— Your goal —
The answer is the set of lines that include "class", copied from the data below.

[Stored items]
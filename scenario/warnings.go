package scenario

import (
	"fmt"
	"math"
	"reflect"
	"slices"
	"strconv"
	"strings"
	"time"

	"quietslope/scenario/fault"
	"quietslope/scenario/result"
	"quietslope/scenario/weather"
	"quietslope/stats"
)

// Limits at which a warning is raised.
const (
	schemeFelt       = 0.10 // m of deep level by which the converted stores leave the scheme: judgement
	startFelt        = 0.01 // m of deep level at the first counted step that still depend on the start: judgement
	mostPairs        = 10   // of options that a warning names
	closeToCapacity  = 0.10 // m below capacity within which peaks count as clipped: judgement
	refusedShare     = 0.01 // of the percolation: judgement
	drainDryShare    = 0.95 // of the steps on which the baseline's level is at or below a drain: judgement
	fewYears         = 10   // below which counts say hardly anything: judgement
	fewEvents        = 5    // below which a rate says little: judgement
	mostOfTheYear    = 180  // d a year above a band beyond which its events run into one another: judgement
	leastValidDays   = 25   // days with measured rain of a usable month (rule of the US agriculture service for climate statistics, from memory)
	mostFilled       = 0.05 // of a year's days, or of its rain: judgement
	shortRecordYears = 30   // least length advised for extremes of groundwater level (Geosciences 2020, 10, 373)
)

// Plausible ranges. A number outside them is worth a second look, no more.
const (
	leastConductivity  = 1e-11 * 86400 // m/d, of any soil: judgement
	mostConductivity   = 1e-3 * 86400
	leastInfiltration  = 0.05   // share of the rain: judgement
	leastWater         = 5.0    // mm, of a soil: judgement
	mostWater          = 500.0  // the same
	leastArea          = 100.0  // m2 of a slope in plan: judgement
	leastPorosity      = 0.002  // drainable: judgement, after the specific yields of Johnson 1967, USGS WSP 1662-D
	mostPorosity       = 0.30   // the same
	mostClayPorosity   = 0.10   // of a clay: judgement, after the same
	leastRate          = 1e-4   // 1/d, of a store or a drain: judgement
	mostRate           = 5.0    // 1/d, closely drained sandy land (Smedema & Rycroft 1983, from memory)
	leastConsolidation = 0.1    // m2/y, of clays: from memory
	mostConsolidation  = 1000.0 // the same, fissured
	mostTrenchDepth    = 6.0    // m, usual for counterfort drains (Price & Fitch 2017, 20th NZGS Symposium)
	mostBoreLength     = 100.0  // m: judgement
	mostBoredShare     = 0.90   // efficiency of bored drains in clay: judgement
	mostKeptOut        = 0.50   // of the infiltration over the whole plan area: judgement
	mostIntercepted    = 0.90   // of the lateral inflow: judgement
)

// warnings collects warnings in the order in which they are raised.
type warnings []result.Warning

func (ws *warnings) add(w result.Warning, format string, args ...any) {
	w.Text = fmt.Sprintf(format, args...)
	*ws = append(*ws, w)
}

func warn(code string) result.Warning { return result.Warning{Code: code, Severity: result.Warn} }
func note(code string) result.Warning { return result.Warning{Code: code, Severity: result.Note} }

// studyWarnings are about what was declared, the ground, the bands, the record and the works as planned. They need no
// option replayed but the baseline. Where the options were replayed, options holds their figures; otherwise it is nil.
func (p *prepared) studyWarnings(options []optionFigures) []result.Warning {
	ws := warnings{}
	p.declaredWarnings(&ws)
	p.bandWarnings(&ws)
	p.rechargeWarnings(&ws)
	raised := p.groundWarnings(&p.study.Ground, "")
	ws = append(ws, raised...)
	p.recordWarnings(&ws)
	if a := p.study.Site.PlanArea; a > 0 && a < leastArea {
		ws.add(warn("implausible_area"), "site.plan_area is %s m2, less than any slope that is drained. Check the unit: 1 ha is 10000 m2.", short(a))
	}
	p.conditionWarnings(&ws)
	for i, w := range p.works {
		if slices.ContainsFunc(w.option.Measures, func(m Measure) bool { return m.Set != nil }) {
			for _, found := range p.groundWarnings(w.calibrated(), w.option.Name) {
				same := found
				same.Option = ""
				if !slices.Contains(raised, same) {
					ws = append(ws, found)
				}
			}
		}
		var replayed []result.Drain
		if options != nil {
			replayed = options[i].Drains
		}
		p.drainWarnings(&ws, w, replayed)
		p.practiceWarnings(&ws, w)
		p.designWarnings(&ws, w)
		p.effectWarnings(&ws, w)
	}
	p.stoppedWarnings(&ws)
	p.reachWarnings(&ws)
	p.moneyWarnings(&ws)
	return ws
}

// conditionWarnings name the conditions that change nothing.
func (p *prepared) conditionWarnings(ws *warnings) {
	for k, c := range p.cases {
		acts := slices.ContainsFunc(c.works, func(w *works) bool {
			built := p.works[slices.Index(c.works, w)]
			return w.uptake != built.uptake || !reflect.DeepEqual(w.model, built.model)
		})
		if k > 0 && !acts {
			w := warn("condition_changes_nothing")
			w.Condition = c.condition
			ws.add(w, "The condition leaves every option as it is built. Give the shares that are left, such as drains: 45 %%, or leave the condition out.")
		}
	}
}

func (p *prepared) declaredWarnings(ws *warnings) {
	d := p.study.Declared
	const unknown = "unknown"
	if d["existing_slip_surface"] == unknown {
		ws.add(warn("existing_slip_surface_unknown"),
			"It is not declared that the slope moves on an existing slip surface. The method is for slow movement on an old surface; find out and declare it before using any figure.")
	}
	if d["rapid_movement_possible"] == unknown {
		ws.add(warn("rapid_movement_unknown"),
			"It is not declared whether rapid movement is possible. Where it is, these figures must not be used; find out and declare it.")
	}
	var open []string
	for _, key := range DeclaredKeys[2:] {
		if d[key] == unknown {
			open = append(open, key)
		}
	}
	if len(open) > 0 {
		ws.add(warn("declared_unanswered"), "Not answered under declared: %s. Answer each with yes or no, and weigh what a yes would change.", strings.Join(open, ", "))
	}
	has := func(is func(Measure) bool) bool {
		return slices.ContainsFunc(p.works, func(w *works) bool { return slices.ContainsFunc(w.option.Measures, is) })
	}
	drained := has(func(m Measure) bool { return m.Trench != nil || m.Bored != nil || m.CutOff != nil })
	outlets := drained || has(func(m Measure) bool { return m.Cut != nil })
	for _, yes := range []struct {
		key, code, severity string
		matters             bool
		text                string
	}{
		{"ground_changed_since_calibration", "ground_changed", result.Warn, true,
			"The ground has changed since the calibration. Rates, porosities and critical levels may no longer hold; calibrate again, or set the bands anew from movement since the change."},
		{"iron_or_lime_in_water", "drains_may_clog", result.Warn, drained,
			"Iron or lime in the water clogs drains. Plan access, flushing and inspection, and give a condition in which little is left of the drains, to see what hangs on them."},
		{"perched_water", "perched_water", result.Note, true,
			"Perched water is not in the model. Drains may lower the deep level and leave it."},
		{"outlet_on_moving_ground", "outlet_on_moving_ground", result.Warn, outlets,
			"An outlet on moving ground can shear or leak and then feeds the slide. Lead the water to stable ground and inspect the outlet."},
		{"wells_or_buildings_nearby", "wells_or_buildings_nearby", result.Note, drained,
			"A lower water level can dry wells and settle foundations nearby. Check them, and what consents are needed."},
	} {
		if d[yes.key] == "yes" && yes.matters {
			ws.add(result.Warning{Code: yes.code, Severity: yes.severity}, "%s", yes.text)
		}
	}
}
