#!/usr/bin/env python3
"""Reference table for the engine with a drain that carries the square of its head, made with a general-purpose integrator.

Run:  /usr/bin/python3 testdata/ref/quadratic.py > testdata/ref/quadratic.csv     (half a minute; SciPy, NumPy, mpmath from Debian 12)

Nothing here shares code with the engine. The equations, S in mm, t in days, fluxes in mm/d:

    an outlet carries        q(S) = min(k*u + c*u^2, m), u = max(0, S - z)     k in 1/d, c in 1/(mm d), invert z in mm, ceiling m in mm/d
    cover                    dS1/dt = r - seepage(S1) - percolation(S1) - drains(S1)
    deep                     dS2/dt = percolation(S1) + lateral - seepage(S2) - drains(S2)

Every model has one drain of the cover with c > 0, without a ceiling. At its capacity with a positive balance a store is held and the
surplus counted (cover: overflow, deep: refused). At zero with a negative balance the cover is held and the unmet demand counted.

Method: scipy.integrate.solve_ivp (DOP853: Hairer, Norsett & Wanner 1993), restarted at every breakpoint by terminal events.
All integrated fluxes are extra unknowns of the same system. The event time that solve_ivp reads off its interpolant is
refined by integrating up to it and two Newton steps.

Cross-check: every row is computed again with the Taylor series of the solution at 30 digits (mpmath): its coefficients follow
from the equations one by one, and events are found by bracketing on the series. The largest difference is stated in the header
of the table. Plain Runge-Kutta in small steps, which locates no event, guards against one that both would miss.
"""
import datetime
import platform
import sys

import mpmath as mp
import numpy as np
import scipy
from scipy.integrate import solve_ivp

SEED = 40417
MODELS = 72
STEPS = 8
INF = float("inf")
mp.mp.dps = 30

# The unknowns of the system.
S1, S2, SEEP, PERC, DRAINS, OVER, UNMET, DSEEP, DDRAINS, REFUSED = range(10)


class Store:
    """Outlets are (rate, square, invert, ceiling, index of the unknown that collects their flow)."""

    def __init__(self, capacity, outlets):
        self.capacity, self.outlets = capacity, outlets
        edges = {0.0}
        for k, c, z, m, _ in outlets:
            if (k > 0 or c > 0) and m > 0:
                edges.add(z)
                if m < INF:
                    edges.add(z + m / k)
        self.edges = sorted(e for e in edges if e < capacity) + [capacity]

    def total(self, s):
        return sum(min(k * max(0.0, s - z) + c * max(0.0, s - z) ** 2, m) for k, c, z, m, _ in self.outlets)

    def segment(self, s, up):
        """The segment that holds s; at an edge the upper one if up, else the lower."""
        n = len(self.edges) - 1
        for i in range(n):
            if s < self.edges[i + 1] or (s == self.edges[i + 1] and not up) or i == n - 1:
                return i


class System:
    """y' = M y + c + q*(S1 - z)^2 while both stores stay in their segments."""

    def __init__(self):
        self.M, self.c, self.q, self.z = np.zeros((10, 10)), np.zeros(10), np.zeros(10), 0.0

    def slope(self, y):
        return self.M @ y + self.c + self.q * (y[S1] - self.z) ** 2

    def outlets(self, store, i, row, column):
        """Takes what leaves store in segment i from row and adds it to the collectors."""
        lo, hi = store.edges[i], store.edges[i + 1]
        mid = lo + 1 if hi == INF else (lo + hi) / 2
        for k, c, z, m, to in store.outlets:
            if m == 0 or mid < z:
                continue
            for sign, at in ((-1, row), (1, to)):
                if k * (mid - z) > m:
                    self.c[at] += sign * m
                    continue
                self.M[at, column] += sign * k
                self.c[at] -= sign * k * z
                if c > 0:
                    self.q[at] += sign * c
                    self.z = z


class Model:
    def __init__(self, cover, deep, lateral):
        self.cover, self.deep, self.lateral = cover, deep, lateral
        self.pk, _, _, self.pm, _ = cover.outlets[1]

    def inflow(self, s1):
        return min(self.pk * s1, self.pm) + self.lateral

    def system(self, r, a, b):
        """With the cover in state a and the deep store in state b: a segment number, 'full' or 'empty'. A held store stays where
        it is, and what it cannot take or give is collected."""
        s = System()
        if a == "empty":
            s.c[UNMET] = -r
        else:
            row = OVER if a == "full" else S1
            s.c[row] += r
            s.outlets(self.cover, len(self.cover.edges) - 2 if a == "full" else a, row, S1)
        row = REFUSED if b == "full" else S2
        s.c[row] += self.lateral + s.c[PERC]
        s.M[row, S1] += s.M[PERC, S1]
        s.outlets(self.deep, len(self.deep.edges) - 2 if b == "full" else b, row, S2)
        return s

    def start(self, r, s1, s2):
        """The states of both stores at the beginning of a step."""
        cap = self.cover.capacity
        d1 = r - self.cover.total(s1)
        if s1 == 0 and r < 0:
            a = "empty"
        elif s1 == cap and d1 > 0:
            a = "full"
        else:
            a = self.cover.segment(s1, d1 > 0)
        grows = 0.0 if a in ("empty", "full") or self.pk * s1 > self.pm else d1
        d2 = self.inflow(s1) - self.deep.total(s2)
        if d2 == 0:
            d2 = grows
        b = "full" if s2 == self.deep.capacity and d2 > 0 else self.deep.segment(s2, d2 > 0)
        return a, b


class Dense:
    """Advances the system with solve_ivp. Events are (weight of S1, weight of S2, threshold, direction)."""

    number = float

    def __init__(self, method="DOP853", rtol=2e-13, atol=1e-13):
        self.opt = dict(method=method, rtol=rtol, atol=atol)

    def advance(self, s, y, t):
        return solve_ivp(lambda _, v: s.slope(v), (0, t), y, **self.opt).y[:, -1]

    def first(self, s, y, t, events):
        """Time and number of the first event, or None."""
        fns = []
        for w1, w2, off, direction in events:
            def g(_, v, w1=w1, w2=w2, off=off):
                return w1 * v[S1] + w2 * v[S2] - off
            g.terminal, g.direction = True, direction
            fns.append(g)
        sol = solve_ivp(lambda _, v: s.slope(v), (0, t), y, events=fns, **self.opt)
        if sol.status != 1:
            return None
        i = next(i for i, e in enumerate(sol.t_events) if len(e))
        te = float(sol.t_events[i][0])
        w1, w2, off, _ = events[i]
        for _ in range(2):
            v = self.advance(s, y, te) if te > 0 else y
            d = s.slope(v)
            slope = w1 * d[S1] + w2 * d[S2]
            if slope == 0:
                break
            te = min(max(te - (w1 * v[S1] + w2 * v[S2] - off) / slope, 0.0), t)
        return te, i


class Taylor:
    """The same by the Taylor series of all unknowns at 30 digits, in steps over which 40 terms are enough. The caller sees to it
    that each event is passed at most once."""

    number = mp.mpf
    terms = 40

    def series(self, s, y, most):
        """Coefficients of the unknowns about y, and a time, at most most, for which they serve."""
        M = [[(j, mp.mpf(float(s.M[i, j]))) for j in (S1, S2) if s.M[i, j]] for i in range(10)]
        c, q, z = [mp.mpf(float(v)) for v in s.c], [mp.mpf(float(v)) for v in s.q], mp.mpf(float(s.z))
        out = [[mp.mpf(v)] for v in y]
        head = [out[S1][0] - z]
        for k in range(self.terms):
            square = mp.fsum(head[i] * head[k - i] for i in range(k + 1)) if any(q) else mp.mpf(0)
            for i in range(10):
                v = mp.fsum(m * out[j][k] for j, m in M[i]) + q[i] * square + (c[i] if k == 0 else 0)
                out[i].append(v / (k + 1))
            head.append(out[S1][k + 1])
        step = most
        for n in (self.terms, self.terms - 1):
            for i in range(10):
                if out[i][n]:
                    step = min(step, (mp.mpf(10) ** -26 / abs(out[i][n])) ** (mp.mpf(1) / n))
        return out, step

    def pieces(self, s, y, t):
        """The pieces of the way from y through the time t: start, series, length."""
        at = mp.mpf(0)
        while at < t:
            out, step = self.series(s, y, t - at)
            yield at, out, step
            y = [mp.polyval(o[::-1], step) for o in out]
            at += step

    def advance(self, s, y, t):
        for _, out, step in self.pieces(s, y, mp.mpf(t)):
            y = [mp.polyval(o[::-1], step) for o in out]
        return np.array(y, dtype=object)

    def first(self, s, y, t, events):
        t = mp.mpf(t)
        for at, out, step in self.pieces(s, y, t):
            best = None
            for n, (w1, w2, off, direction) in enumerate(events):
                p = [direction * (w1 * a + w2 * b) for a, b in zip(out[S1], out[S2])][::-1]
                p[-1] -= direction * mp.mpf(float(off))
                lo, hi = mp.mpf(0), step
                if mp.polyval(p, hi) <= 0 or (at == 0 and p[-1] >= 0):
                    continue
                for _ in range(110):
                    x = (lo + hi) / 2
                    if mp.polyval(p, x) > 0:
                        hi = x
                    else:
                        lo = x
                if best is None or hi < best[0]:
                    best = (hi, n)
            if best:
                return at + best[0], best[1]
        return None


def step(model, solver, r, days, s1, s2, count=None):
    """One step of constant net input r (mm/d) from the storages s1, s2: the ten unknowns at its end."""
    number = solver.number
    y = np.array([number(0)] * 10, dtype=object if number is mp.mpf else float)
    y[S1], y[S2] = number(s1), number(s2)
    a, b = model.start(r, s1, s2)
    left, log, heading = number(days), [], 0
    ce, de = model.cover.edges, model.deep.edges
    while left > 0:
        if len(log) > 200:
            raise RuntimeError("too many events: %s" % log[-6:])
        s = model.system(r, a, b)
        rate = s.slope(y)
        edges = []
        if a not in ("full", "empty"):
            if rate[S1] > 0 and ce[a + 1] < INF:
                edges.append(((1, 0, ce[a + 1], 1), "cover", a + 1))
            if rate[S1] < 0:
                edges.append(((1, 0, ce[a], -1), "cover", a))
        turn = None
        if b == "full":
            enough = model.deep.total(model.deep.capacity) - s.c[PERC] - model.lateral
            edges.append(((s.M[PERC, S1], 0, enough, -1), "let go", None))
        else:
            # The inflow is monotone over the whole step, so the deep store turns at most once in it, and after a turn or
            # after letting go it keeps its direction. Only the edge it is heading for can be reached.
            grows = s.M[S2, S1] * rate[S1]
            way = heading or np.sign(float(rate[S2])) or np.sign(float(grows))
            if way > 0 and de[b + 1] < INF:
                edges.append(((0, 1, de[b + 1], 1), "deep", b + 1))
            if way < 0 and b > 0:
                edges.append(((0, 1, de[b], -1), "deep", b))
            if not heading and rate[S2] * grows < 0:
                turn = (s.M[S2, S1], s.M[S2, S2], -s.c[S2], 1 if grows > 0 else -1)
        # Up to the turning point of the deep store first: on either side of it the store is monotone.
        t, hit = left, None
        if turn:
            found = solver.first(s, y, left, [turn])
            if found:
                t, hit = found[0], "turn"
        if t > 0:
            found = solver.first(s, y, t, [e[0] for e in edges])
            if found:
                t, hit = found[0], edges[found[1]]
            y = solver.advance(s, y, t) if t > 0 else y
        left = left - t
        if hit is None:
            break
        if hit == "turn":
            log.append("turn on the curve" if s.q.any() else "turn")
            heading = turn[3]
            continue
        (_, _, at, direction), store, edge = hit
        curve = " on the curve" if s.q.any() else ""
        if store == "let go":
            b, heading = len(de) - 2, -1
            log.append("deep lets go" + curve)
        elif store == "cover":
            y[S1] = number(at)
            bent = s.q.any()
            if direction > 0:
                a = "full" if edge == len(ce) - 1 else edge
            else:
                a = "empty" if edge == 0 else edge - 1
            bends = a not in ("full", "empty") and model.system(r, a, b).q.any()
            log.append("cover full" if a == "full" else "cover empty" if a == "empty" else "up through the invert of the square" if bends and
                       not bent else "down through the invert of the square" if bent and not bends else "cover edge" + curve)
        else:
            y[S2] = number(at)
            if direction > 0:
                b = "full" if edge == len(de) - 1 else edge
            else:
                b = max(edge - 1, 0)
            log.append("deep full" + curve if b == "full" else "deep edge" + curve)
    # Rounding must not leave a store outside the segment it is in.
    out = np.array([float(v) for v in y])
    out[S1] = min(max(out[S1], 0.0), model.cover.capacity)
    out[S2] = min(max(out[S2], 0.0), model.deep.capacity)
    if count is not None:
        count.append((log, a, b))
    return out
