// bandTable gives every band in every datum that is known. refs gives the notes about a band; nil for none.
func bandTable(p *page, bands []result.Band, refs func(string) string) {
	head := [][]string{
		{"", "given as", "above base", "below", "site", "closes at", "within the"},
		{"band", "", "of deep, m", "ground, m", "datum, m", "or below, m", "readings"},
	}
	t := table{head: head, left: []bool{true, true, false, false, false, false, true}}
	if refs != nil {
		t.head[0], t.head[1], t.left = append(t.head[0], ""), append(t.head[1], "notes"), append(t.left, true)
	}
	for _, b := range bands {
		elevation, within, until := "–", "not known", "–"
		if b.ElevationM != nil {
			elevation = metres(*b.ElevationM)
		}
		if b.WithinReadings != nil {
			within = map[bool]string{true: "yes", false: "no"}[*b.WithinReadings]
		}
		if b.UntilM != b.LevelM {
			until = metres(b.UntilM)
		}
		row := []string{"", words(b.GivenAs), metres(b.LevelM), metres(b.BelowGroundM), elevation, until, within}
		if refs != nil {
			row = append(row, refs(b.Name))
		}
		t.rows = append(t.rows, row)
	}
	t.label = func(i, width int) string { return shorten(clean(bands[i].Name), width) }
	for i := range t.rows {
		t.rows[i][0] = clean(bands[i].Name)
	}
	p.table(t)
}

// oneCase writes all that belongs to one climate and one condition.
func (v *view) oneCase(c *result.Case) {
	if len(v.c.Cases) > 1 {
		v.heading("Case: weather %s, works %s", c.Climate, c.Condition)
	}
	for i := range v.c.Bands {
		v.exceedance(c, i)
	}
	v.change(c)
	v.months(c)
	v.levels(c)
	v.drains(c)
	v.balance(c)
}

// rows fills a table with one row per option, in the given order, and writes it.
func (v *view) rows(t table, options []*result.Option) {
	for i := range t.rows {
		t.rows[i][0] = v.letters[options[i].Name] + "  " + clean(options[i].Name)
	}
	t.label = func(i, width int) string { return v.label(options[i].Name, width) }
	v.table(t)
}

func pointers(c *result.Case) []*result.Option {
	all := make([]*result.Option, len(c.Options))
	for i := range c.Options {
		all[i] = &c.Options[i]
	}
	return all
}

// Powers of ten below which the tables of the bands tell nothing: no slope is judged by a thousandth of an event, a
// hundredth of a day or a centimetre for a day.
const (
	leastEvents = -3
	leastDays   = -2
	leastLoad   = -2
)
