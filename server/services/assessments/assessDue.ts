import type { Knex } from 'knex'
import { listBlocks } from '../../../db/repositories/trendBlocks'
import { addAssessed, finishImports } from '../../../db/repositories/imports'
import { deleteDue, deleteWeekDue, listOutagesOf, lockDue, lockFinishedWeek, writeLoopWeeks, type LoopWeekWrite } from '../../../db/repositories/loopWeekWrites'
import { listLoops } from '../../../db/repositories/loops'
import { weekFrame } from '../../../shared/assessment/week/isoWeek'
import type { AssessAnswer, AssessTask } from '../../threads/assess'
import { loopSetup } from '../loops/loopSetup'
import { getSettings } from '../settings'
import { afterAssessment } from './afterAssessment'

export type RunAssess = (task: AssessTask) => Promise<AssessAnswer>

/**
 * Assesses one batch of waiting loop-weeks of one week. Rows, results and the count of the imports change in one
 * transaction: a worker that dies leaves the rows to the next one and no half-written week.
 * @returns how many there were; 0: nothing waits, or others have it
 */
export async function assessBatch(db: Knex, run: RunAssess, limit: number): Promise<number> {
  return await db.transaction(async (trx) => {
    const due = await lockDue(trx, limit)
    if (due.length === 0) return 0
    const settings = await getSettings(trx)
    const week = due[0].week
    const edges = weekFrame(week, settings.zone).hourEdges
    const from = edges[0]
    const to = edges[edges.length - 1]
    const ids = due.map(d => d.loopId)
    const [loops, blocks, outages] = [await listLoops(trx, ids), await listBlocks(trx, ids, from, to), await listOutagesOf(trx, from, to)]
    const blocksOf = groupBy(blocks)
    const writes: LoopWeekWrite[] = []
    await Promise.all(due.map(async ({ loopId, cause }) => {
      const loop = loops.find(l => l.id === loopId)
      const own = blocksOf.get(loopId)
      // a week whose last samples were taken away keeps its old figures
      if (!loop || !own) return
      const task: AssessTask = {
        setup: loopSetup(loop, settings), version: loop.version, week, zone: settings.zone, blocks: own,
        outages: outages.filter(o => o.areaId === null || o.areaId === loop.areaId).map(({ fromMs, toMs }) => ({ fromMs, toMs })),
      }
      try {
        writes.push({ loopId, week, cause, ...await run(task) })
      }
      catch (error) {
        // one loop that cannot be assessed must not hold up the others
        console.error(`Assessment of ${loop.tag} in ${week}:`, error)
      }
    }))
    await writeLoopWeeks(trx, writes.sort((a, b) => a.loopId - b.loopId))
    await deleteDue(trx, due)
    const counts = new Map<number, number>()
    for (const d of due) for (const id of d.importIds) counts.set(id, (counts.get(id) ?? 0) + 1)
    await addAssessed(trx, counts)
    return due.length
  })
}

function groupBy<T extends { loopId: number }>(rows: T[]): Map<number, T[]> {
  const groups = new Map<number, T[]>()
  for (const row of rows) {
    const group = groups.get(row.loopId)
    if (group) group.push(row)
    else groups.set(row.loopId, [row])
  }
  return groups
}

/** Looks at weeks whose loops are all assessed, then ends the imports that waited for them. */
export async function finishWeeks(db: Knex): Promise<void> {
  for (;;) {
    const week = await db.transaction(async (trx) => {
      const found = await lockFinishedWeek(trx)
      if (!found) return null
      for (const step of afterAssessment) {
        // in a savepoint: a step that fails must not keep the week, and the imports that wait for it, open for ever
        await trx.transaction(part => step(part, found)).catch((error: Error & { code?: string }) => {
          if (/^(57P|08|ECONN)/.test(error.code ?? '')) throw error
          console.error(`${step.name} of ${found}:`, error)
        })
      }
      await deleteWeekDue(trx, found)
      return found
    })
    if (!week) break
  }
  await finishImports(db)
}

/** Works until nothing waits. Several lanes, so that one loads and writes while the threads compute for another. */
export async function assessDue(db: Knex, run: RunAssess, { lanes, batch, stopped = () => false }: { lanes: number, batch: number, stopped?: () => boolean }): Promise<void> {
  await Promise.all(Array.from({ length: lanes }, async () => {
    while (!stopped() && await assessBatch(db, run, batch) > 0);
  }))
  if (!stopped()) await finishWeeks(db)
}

— Your solution —
class Store:
class System:
class Model:
class Dense:
class Taylor:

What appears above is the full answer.